Help keep your goals in sight with a diversified retirement account

Deciding how to invest your retirement savings can be challenging for people of all ages. And as you move toward your retirement years, you should consider trying to strike an appropriate balance between growth potential and preserving your savings. One thing most financial professionals agree on is that diversifying—or mixing—your retirement investments may help you build your savings and manage risk over the long term.

 

What’s diversification?

Diversifying your retirement savings means spreading it across a mix of investments so that you're not too concentrated in any single investment. Think of it as putting your eggs (money) in multiple baskets (investments). Diversification is important because no single investment can provide consistently high returns, year over year. 

On any given day, some investments will increase in value, while others will decrease. Having a mix of investments can smooth out your returns over time. That's because the investments that go up can help offset the ones that go down, which can lead to better long-term investment results with less risk.

Choosing varied investments for retirement

As a retirement saver, you’ll want to consider spreading your savings across a variety of  investment categories. The goal is to choose a combination that works for your financial needs, risk tolerance, and time horizon. Here are a few categories you should know about.

Asset classes

The first step in diversifying is to choose among the three primary types of investments, also known as asset classes—stocks, bonds, and cash or cash equivalents, which all have different levels of risk and return.. Stocks can provide greater long-term growth opportunities but can also rapidly go up or down in value. Bonds, on the other hand, generally tend to provide smaller returns but also may have a lesser risk of large losses. Cash and cash equivalent investments, which can include things such as money market funds or certificates of deposit, are generally the safest of the three asset classes. But they also offer very low returns.

Company size

In choosing stock investments, think about mixing companies of varying sizes and business tenure. Large, established companies may offer stability, while small, newer firms trying to grow their business may provide upside potential.

Industries/sectors

Look at investments across various industries—often called “sectors”—such as technology, healthcare, real estate, and energy. By investing in multiple sectors, you may capture gains when specific industries perform well and help limit your risks when they don’t.

Geography

Investing in companies from around the world can provide opportunities that aren’t available in this country and could help spread the risk of holding U.S.-only investments. These can include regional funds, emerging market funds—those specializing in companies with developing economies—and broad-based funds that span various parts of the globe. Keep in mind that international investments can expose you to geopolitical and exchange-rate risks.

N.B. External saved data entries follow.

package law_test

import (
	"fmt"
	"math"
	"strings"
	"testing"
	"time"

	"preponder/sim/internal/gauss"
	"preponder/sim/internal/near"
	"preponder/sim/law"
)

func drawn(t testing.TB, k ...law.Knot) law.Drawn {
	t.Helper()
	l, err := law.NewDrawn(k)
	if err != nil {
		t.Fatal(err)
	}
	return l
}

func formula(t testing.TB, text string, top float64) law.Formula {
	t.Helper()
	l, err := law.NewFormula(text, top)
	if err != nil {
		t.Fatal(err)
	}
	return l
}

// check holds a law to what every law promises.
func check(t *testing.T, l law.Law) {
	t.Helper()
	name := fmt.Sprintf("%T", l)
	low, high := l.Support()
	before := math.Inf(-1)
	for _, u := range []float64{1e-12, 1e-6, 1e-3, .01, .1, .25, .5, .75, .9, .99, .999999} {
		e := l.Quantile(u)
		if e < low || e > high || e < before {
			t.Errorf("%s: quantile(%g) = %g outside %g to %g, or below the one before", name, u, e, low, high)
		}
		before = e
		if _, leveled := l.(law.Leveled); !leveled {
			near.Rel(t, name+" cumulative of quantile", l.Cumulative(e), u, 1e-10+1e-16/u)
		}
	}
	// The mean is that of the quantiles, in the middle of a thousand equal shares.
	mean, spread := 0.0, 0.0
	for i := range 2000 {
		e := l.Quantile((float64(i) + .5) / 2000)
		mean += e / 2000
		spread += math.Abs(e) / 2000
	}
	near.Abs(t, name+" mean", l.Mean(), mean, 4e-3*spread)
	if _, leveled := l.(law.Leveled); leveled {
		return
	}
	// The density integrates to the cumulative, in panels that end at the knots.
	a, b := l.Quantile(.02), l.Quantile(.98)
	ends := []float64{a, b}
	if p, ok := l.(law.Pieced); ok {
		ends = ends[:1]
		for _, k := range p.Knots() {
			if k > a && k < b {
				ends = append(ends, k)
			}
		}
		ends = append(ends, b)
	}
	sum := 0.0
	for i := 1; i < len(ends); i++ {
		const parts = 60
		at := func(x float64) float64 { return l.Density(x) }
		from, to := ends[i-1], ends[i]
		if from > 0 { // in ln e, since laws may be steep at 0
			from, to = math.Log(from), math.Log(to)
			at = func(x float64) float64 { return l.Density(math.Exp(x)) * math.Exp(x) }
		}
		for k := range parts {
			w := (to - from) / parts
			for j, x := range gauss.Nodes {
				sum += gauss.Weights[j] * w / 2 * at(from+w*(float64(k)+(x+1)/2))
			}
		}
	}
	near.Rel(t, name+" mass", sum, .96, 1e-9)
	if e := l.Edge(); low == 0 && e.Scale > 0 {
		x := 1e-9
		if e.Below > 0 {
			x = math.Min(x, e.Below)
		}
		near.Rel(t, name+" edge", l.Density(x), e.Scale*math.Pow(x, e.Theta), 1e-6)
	}
}

func TestLaws(t *testing.T) {
	for _, l := range []law.Law{
		law.Power{Theta: 1}, law.Power{Theta: -.5}, law.Beta{A: 2, B: .5}, law.Beta{A: .3, B: 4}, law.Uniform{Low: .2}, law.Gamma{Shape: .4, Scale: 3}, law.Gamma{Shape: 9, Scale: .1}, law.Lognormal{Sigma: 2},
		law.NewTiers([]float64{3, 1, 2}, []float64{1, 2, 3}), law.Scaled{Law: law.Power{Theta: 2}, By: 3},
		drawn(t, law.Knot{}, law.Knot{Eps: .2, Density: .8}, law.Knot{Eps: .4, Density: .1}, law.Knot{Eps: .8, Density: 2}, law.Knot{Eps: 1.3}),
		drawn(t, law.Knot{Eps: -1, Density: 2}, law.Knot{Eps: 5}), law.Scaled{Law: drawn(t, law.Knot{Density: 1}, law.Knot{Eps: 1, Density: 3}, law.Knot{Eps: 2}), By: .5},
		formula(t, "e*(2-e)", 2), formula(t, "exp(-e)*sqrt(e)", 30), formula(t, "1/sqrt(e)", 1), formula(t, "abs(e-0.3)+max(0, e-1)", 2), formula(t, "1-cos(e)", 3), formula(t, "exp(-1/e)", 1), formula(t, "e^3*(1+0.9*sin(30*e))", 1),
	} {
		check(t, l)
	}
}

func TestFormulasThatAreFamilies(t *testing.T) {
	// The same law by two roads: a formula, and the closed form of a family.
	for _, c := range []struct {
		text string
		top  float64
		l    law.Law
	}{{"e^1.5", 1, law.Power{Theta: 1.5}}, {"exp(-e/2)*e", 120, law.Gamma{Shape: 2, Scale: 2}}, {"exp(-e)", math.Ln2, law.Uniform{Low: .5}}, {"e^-0.5", 1, law.Power{Theta: -.5}}} {
		f := formula(t, c.text, c.top)
		for _, u := range []float64{1e-9, .001, .2, .5, .9, .999} {
			near.Rel(t, c.text, f.Quantile(u), c.l.Quantile(u), 1e-11)
		}
		near.Abs(t, c.text+" exponent", f.Edge().Theta, c.l.Edge().Theta, 1e-12)
	}
}

func TestDrawnLaw(t *testing.T) {
	// A triangle 2(1-e) on [0, 1]: F = 1 - (1-e)^2, mean 1/3.
	l := drawn(t, law.Knot{Eps: 4, Density: 7}, law.Knot{Eps: 5})
	for _, u := range []float64{.01, .3, .99} {
		near.Rel(t, "triangle", l.Quantile(u), 1-math.Sqrt(1-u), 1e-14)
	}
	near.Rel(t, "mean", l.Mean(), 1./3, 1e-15)
	// Stretches of density 0 at the ends are cut off: the fittest have energy 0.
	l = drawn(t, law.Knot{}, law.Knot{Eps: 1}, law.Knot{Eps: 2, Density: 1}, law.Knot{Eps: 3}, law.Knot{Eps: 4})
	if _, high := l.Support(); high != 2 || l.Edge().Theta != 1 {
		t.Errorf("cut to %g, exponent %g", high, l.Edge().Theta)
	}
	for _, c := range []struct {
		knots []law.Knot
		want  string
	}{
		{[]law.Knot{{}}, "needs at least 2 knots; this one has 1"},
		{[]law.Knot{{}, {Eps: 1}}, "density 0 everywhere"},
		{[]law.Knot{{Eps: 1, Density: 1}, {Eps: 1, Density: 2}}, "knot 2 lies at energy 1, not above the one before it at 1"},
		{[]law.Knot{{Density: 1}, {Eps: 1, Density: -2}}, "knot 2 has density -2"},
		{[]law.Knot{{Density: 1}, {Eps: math.Inf(1), Density: 2}}, "knot 2 lies at energy +Inf"},
		{[]law.Knot{{Density: 1}, {Eps: 2e6, Density: 2}}, "energies are from -1e6 to 1e6"},
	} {
		if _, err := law.NewDrawn(c.knots); err == nil || !strings.Contains(err.Error(), c.want) {
			t.Errorf("%v: %v, want %q", c.knots, err, c.want)
		}
	}
}

func TestSketch(t *testing.T) {
	for _, l := range []law.Law{law.Power{Theta: 1}, law.Power{Theta: 3}, law.Power{Theta: -.3}, law.Beta{A: 2, B: 3}, law.Beta{A: 4, B: .7}, law.Uniform{}, law.Gamma{Shape: 2, Scale: 1}, law.Lognormal{Sigma: 1}, formula(t, "e^2*(1+0.8*sin(9*e))", 2),
		law.NewTiers([]float64{0, 1, 3}, []float64{.2, .3, .5})} {
		knots := law.Sketch(l, 14)
		d, err := law.NewDrawn(knots)
		if err != nil || len(knots) > 14 {
			t.Errorf("%#v: %v, %v", l, knots, err)
			continue
		}
		// The share of members on the wrong side of any energy stays small.
		low, _ := l.Support()
		if math.IsInf(low, -1) {
			low = l.Quantile(.003)
		}
		for _, u := range []float64{.05, .2, .4, .6, .8, .95} {
			if _, leveled := l.(law.Leveled); leveled {
				near.Abs(t, fmt.Sprintf("%#v sketched", l), d.Quantile(u), l.Quantile(u), .11)
				continue
			}
			near.Abs(t, fmt.Sprintf("%#v sketched", l), d.Cumulative(l.Quantile(u)-low), u, .03)
		}
	}
}

func TestFormulaIsRefused(t *testing.T) {
	for _, c := range []struct {
		text string
		top  float64
		want string
	}{
		{"", 1, "at character 1: the formula is empty"},
		{"2e", 1, "at character 2: an operator is missing"},
		{"e*", 1, "at character 3: the formula ends too early"},
		{"(e", 1, "at character 3: a closing bracket is missing"},
		{"e)", 1, "at character 2: this bracket closes nothing"},
		{"e**2", 1, "powers are written with ^"},
		{"p = e", 1, `at character 1: "p" is not known`},
		{"exp e", 1, "exp needs its argument in brackets"},
		{"pow(e)", 1, "pow takes 2 arguments, not 1"},
		{"1..2", 1, `at character 3: "." means nothing here`},
		{"e; e", 1, `";" means nothing here`},
		{strings.Repeat("e+", 120) + "e", 1, "has 241 characters; 200 are allowed"},
		{strings.Repeat("(", 90) + "e" + strings.Repeat(")", 90), 1, "nested too deeply"},
		{"e-0.5", 1, "the density is negative, -0.498, at e = 0.00195"},
		{"1/(e-0.5)^2", 1, "infinite at e = 0.5"},
		{"1/abs(e-0.3)", 1, "near e = 0.3"},
		{"1/(e-0.5)", 2, "negative"},
		{"ln(e)", 1, "the density is negative"},
		{"1/e", 1, "rises like e^-1 at e = 0, too steeply"},
		{"0*e", 1, "the density is 0 everywhere"},
		{"max(0, e-0.25)", 1, "the density is 0 from e = 0 to 0.25"},
		{"sqrt(0.5-e)", 1, "the density has no value at e = 0.501"},
		{"sin(1e5*e)+1", 1, "varies too finely"},
		{"1", 0, "the end must be above 0"},
		{"1e300*1e300", 1, "infinite"},
	} {
		if _, err := law.NewFormula(c.text, c.top); err == nil || !strings.Contains(err.Error(), c.want) {
			t.Errorf("%q: %v, want %q", c.text, err, c.want)
		}
	}
}

func FuzzFormula(f *testing.F) {
	for _, s := range []string{"e*(2-e)", "exp(-e)*sqrt(e)", "1-cos(e)", "max(0,e-.3)^2", "1e3^e", "pow(e,-0.3)/tanh(e)", "sin(e)^2", "((((", "2e", "e^e^e", "exp(-e)*e*1e-9", "−e·π"} {
		f.Add(s, 1.0)
	}
	f.Fuzz(func(t *testing.T, text string, top float64) {
		begun := time.Now()
		l, err := law.NewFormula(text, top)
		if d := time.Since(begun); d > 2*time.Second { // 50 ms on a quiet machine; a hang is what this finds
			t.Fatalf("%q took %v", text, d)
		}
		if err != nil {
			return
		}
		for _, u := range []float64{1e-9, .3, .999} {
			if e := l.Quantile(u); !(e >= 0 && e <= top) {
				t.Fatalf("%q on %g: quantile(%g) = %g", text, top, u, e)
			}
		}
		if e := l.Edge(); math.IsNaN(e.Scale) || math.IsNaN(e.Theta) || e.Theta <= -1 {
			t.Fatalf("%q: edge %+v", text, e)
		}
	})
}

func FuzzDrawn(f *testing.F) {
	f.Add(0.0, 1.0, 0.5, 2.0, 1.0, 0.0)
	f.Add(0.0, 1e-300, 1e-300, 1.0, 1e6, 1e12)
	f.Fuzz(func(t *testing.T, a, p, b, q, c, r float64) {
		l, err := law.NewDrawn([]law.Knot{{Eps: a, Density: p}, {Eps: b, Density: q}, {Eps: c, Density: r}})
		if err != nil {
			return
		}
		_, high := l.Support()
		for _, u := range []float64{1e-9, .3, .999} {
			if e := l.Quantile(u); !(e >= 0 && e <= high) {
				t.Fatalf("%v %v %v: quantile(%g) = %g", a, b, c, u, e)
			}
		}
	})
}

To diversify your savings, you should consider all four of these categories, among others. In deciding how much money to put in each, consider your willingness and ability to take on risk and how much time you have until you need the money. Short-term needs call for a different approach.

 

We can’t predict the future, but diversification may help

Since we can’t determine where the markets and economy are headed, a good place to turn for help can be diversification. There are two ways to accomplish it:

  • Creating a diversified retirement account—and rebalancing it periodically to your original investment mix—can help you avoid large fluctuations in value and continue to build your retirement savings over time.
  •  Investing in a target-date fund or a managed account, a portfolio that’s managed by professionals to help meet your objectives, can help keep your investments diversified with minimal effort on your part.

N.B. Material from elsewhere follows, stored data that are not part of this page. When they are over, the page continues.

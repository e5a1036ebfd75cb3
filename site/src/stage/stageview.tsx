// The right side: the standing in one line, the disc with its labels, the transport.
import type { JSX } from "preact";
import { effect, signal } from "@preact/signals";
import { useEffect, useRef } from "preact/hooks";
import { Stage, type StageSettings } from "../engine/stage";
import { column } from "../engine/wire";
import { current, doc } from "../state/document";
import { network, paintFor } from "../state/edges";
import { engines, grown, sentenceOf, solved } from "../state/results";
import type { MemberReport } from "../state/types";
import { arrival, follow, hover, memberReport, playing, projector, quick, said, shown, speed, stageFault, still, theme, zoom } from "../state/view";
import { count, number, percent } from "../words/format";

export interface StageSource {
  script: string;
  module: () => Promise<WebAssembly.Module>;
}

let stage: Stage | undefined;
/** The stage shows its own picture. */
const drawn = signal(false);

const settings = (): StageSettings => ({
  members: Math.round(shown.value), arrival: arrival.value, theme: theme.value, zoom: zoom.value.zoom, panX: zoom.value.x, panY: zoom.value.y,
  ceiling: current.value?.entry.growth.ceiling ?? 0, follow: follow.value, hover: hover.value, quick: quick.value, playing: playing.value, still: still.value, small: innerWidth < 600, label: projector.value ? 1.65 : 1,
});

/** The present view, for an engine to paint while something is dragged. */
function paintedView(): Record<string, unknown> | undefined {
  const g = grown.peek()?.value;
  if (!stage || !drawn.peek() || !g) return undefined;
  const s = settings();
  return { ...stage.size(), members: s.members >= g.members ? 0 : s.members, arrival: s.arrival ? 1 : 0, theme: s.theme, zoom: s.zoom, panX: s.panX, panY: s.panY, ceiling: s.ceiling, following: s.follow, label: s.label };
}

export const nameOf = (member: number): string => grown.value?.value.ranking.find((r) => r.member === member)?.id ?? `M${member}`;

/** The network without a stage: a picture painted by the engine, put on a canvas. */
function stillPicture(canvas: HTMLCanvasElement, painted: () => void): () => void {
  return effect(() => {
    const s = settings();
    if (!network.value) return;
    const scale = Math.min(2, devicePixelRatio);
    const width = Math.round(canvas.clientWidth * scale), height = Math.round(canvas.clientHeight * scale);
    if (width < 2 || height < 2) return;
    void engines.main.askNewest("picture", { width, height, scale, members: s.members, arrival: s.arrival ? 1 : 0, theme: s.theme, ceiling: s.ceiling, strokes: 4000, following: s.follow, zoom: s.zoom }).then((r) => {
      const rgba = r && column<Uint8Array<ArrayBuffer>>(r, "rgba");
      if (!rgba) return;
      canvas.width = width;
      canvas.height = height;
      canvas.getContext("2d")?.putImageData(new ImageData(new Uint8ClampedArray(rgba), width, height), 0, 0);
      painted();
    }, (e: unknown) => { stageFault.value = sentenceOf(e); });
  });
}

/** The first picture comes from the engine, so that something is seen while the stage starts; where the stage cannot run,
 * every picture does. */
function useStage(source: StageSource): { host: { current: HTMLDivElement | null }; canvas: { current: HTMLCanvasElement | null } } {
  const host = useRef<HTMLDivElement>(null), canvas = useRef<HTMLCanvasElement>(null);
  useEffect(() => {
    const stops: (() => void)[] = [];
    let stop = (): void => {};
    const begin = (): void => {
      if (stage) return;
      stage = new Stage(host.current!, source.script, source.module, {
        said: (s) => {
          if (!said.peek()) {
            stop();
            drawn.value = true;
          }
          said.value = s;
        },
        ready: () => (stageFault.value = undefined),
        lost: (sentence) => {
          stageFault.value = sentence;
          paintFor(() => undefined);
          drawn.value = false;
          stop();
          stop = stillPicture(canvas.current!, () => {});
        },
      });
      paintFor(paintedView);
      stops.push(effect(() => { if (network.value) stage?.load(network.value); }), effect(() => stage?.set(settings())));
    };
    stop = stillPicture(canvas.current!, () => setTimeout(begin, 60));
    return () => { stop(); stops.forEach((f) => f()); };
  }, []);
  return { host, canvas };
}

If retirement is near, you may not be able to afford to lose a significant amount of money by putting your eggs in the wrong basket. Whichever method you choose, balancing your savings across various industries, asset classes, and geographies may help reduce investment risk and improve your chances of achieving your ongoing retirement goals. 

 

For complete information about a particular investment option, please read the fund prospectus. You should carefully consider the objectives, risks, charges, and expenses before investing. The prospectus contains this and other important information about the investment option and investment company. Please read the prospectus carefully before you invest or send money. Prospectus may only be available in English.

Neither asset allocation nor diversification guarantees a profit or protects against a loss. An asset allocation investment option may not be appropriate for all participants, particularly those interested in directing their own investments.

It is your responsibility to select and monitor your investment options to meet your retirement objectives. You should review your investment strategy at least annually. You may also want to consult your own independent investment or tax advisor or legal counsel.

Although the target-date funds are managed for investors on a projected retirement date timeframe, the fund’s allocation strategy does not guarantee that investors’ retirement goals will be met. The target date is the year in which an investor is assumed to retire and begin taking withdrawals.

The content of this document is for general information only and is believed to be accurate and reliable as of the posting date, but may be subject to change. It is not intended to provide investment, tax, plan design, or legal advice (unless otherwise indicated). Please consult your own independent advisor as to any investment, tax, or legal statements made.